## [Work item]
Each line from the start of the entries through the line that contains "def check_invariants(stream: SnapshotStream)" should be output exactly, please.

## [Material for this exercise]

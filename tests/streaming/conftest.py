"""Streams for the tests; their invariants are checked when a test ends."""

from __future__ import annotations

from collections.abc import Callable, Iterator
from typing import Any

import numpy as np
import pytest

from streaming import SnapshotStream
from tests.streaming.tolerances import orthonormality

MakeStream = Callable[..., SnapshotStream]


def declaration(n_points: int, **changes: Any) -> dict[str, Any]:
    """A small valid declaration with one field; ``changes`` override its members."""
    plain: dict[str, Any] = {
        "name": "duct",
        "n_points": n_points,
        "fields": [{"name": "p", "unit": "Pa"}],
        "dtype": "float64",
        "criterion": {"n_modes": 1, "startup": "keep"},
    }
    return {**plain, **changes}


def check_invariants(stream: SnapshotStream) -> None:
    """Basis orthonormal, values sorted, ledger and energies adding up."""
    if stream.n_applied == 0:
        return
    eps = orthonormality(stream.declaration.dtype)
    attributes, arrays = stream.export()
    basis, values = arrays["basis"].astype(np.float64), arrays["singular_values"]
    np.testing.assert_allclose(basis @ basis.T, np.eye(len(basis)), atol=eps)
    assert (np.diff(values) <= 0).all()
    total = attributes["total_energy"]
    np.testing.assert_allclose((values**2).sum() + attributes["discarded_energy"], total, rtol=eps, atol=1e-300)
    moments = stream.moments()
    assert moments.n_snapshots == stream.n_applied
    np.testing.assert_allclose(moments.energies.sum(), total, rtol=1e-12)


@pytest.fixture
def make_stream() -> Iterator[MakeStream]:
    """Return a function that makes streams; each is checked when the test ends."""
    made: list[SnapshotStream] = []

    def make(n_points: int, weights: Any = None, **changes: Any) -> SnapshotStream:
        made.append(SnapshotStream(declaration(n_points, **changes), weights))
        return made[-1]

    yield make
    for stream in made:
        check_invariants(stream)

## [Exercise result]
filename tests/streaming/conftest.py
"""Streams for the tests; their invariants are checked when a test ends."""

from __future__ import annotations

from collections.abc import Callable, Iterator
from typing import Any

import numpy as np
import pytest

from streaming import SnapshotStream
from tests.streaming.tolerances import orthonormality

MakeStream = Callable[..., SnapshotStream]


def declaration(n_points: int, **changes: Any) -> dict[str, Any]:
    """A small valid declaration with one field; ``changes`` override its members."""
    plain: dict[str, Any] = {
        "name": "duct",
        "n_points": n_points,
        "fields": [{"name": "p", "unit": "Pa"}],
        "dtype": "float64",
        "criterion": {"n_modes": 1, "startup": "keep"},
    }
    return {**plain, **changes}


def check_invariants(stream: SnapshotStream) -> None:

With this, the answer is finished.